Bilger: Die Entscheidungsträger in der Politik brauchen Ratgeber, die ideologiefrei an die Dinge herangehen. Wissenschaftlichkeit und Faktenorientierung sind ein Gut von überragendem Wert. Denn wenn politische Entscheidungen nicht fundiert sind, sind sie angreifbar und finden keine Akzeptanz. Das schadet letztlich der Demokratie und ihrer Institutionen massiv.
Wir könnten sofort durch Emissionsminderungsmaßnahmen bis zu 90 Prozent des Feinstaubs einsparen. Allerdings sind die Anstrengungen der Politik überschaubar, moderne Innovationen zu unterstützen. Eine neue Regelung für die Holzfeuerung fehlt schlicht, die Regulierung der 1. BImSchV wurde nur bis Ende 2024 gedacht. Will man die Wärme aus Biomasse gar nicht besser machen?

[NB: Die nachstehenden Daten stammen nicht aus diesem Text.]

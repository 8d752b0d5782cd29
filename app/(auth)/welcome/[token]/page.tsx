import type { Metadata } from 'next';
import { NewPasswordForm } from '@/components/auth/new-password-form';
import { Card, CardBody, CardHeader, CardTitle } from '@/components/ui/card';

export const metadata: Metadata = { title: 'Welcome' };

export default async function WelcomePage({ params }: { params: Promise<{ token: string }> }) {
  const { token } = await params;
  return (
    <Card>
      <CardHeader>
        <CardTitle as="h1">Welcome to Brixhouse</CardTitle>
      </CardHeader>
      <CardBody className="flex flex-col gap-4">
        <p>Choose a password; then sign in with the e-mail address this invitation came to.</p>
        <NewPasswordForm token={token} endpoint="/api/invitations/accept" doneHref="/sign-in?welcome=1" />
      </CardBody>
    </Card>
  );
}
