import type { Metadata } from 'next';
import { notFound } from 'next/navigation';

export const metadata: Metadata = { title: 'Framework baseline' };

/**
 * The framework's own floor for the page benchmarks: a page of this app (its root layout, the
 * framework's runtime) with one line of text and no client code of its own. It exists only while
 * BENCH_ROUTES=1 (npm run bench sets it); otherwise it is "page not found" like any unknown path.
 */
export default function BenchBlankPage() {
  if (process.env.BENCH_ROUTES !== '1') notFound();
  return (
    <main className="mx-auto max-w-xl px-4 py-12">
      <h1 className="text-3xl font-bold">Brixhouse</h1>
      <p>A page with no content of its own: what every page costs before its own work.</p>
    </main>
  );
}
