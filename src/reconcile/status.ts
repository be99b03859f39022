import type { Severity } from '../findings.js';

/**
 * The four answers reconciliation gives for a vendor's figure (interface.md):
 * `match` inside tolerance; `rounding` outside it but within half a unit of the precision the
 * vendor printed, so honest rounding never raises a ticket; `breach` otherwise;
 * `not_computable` when navassay cannot compute the figure on the data it was given.
 */
export const STATUSES = ['match', 'rounding', 'breach', 'not_computable'] as const;
export type ReconcileStatus = (typeof STATUSES)[number];

/**
 * The severity each status carries for `--fail-on`: a breach is an `error` (so the default
 * `--fail-on error` exits 1 on any breach); a figure the vendor published although the data
 * cannot support it is a `warning`; the rest are `info`.
 */
export function severityOf(status: ReconcileStatus, unsupportedByData: boolean): Severity {
  if (status === 'breach') return 'error';
  return status === 'not_computable' && unsupportedByData ? 'warning' : 'info';
}

/** Floating-point slack, so that 0.1412 − 0.14115 is within a half unit of 0.00005. */
const SLACK = 1e-10;

export interface Judgement {
  readonly status: Exclude<ReconcileStatus, 'not_computable'>;
  /** vendor − computed. */
  readonly difference: number;
}

/** Compares a vendor's figure with a computed one, given the tolerance and the printed half unit. */
export function judge(vendor: number, computed: number, allowed: number, halfUnit: number): Judgement {
  const difference = vendor - computed;
  const distance = Math.abs(difference);
  if (distance <= allowed + SLACK) return { status: 'match', difference };
  return { status: distance <= halfUnit + SLACK ? 'rounding' : 'breach', difference };
}

/** A candidate computation reproduces the vendor's figure when the judgement is not a breach. */
export function reproduces(vendor: number, computed: number, allowed: number, halfUnit: number): boolean {
  return judge(vendor, computed, allowed, halfUnit).status !== 'breach';
}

Bilger: Es ist klar, wir brauchen einen politischen Paradigmenwechsel. Es muss Schluss sein damit, das Heizen mit Holz schlecht zu reden. Die Produktinnovationen im Bereich der Abgasfilter, Staubabscheider, Abbrandsteuerung sind beeindruckend. Heizen mit Holz wird künftig noch viel sauberer werden. Heizen mit Holz muss Teil jeder Problemlösung beim nachhaltigen Umbau unserer Wärmeversorgung sein. Hierfür muss es ein positives politisches Klima geben. Das fängt bei der Bundesregierung an – und gilt natürlich auch für nachgeordneten Behörden wie das Umweltbundesamt, aber auch für europäische Rechtssetzung. Beim Umgang mit dem Heizen mit Holz braucht es mehr Pragmatismus und Faktenorientierung statt ideologischem Popanz.
Das staatlich verordnete schlechte Image der Holzfeuerung (Bundesumweltministerium und UBA) hat weitreichende Folgen auf die CO2-Bilanz, die Versorgungssicherheit, den Landschaftsschutz und nicht zuletzt auch auf die Berufswahl von jungen Menschen. Wird sich die Situation bei einer möglichen Regierungsbeteiligung der CDU/CSU verbessern?
Bilger: Das kann ich zusichern. Wir stehen für eine ideologiefreie, technologieorientierte und kosteneffiziente Energiepolitik. Der Energieträger Holz hat einen festen Platz im Energiemix der Zukunft.
Herr Bilger, wir sagen vielen Dank für das Gespräch.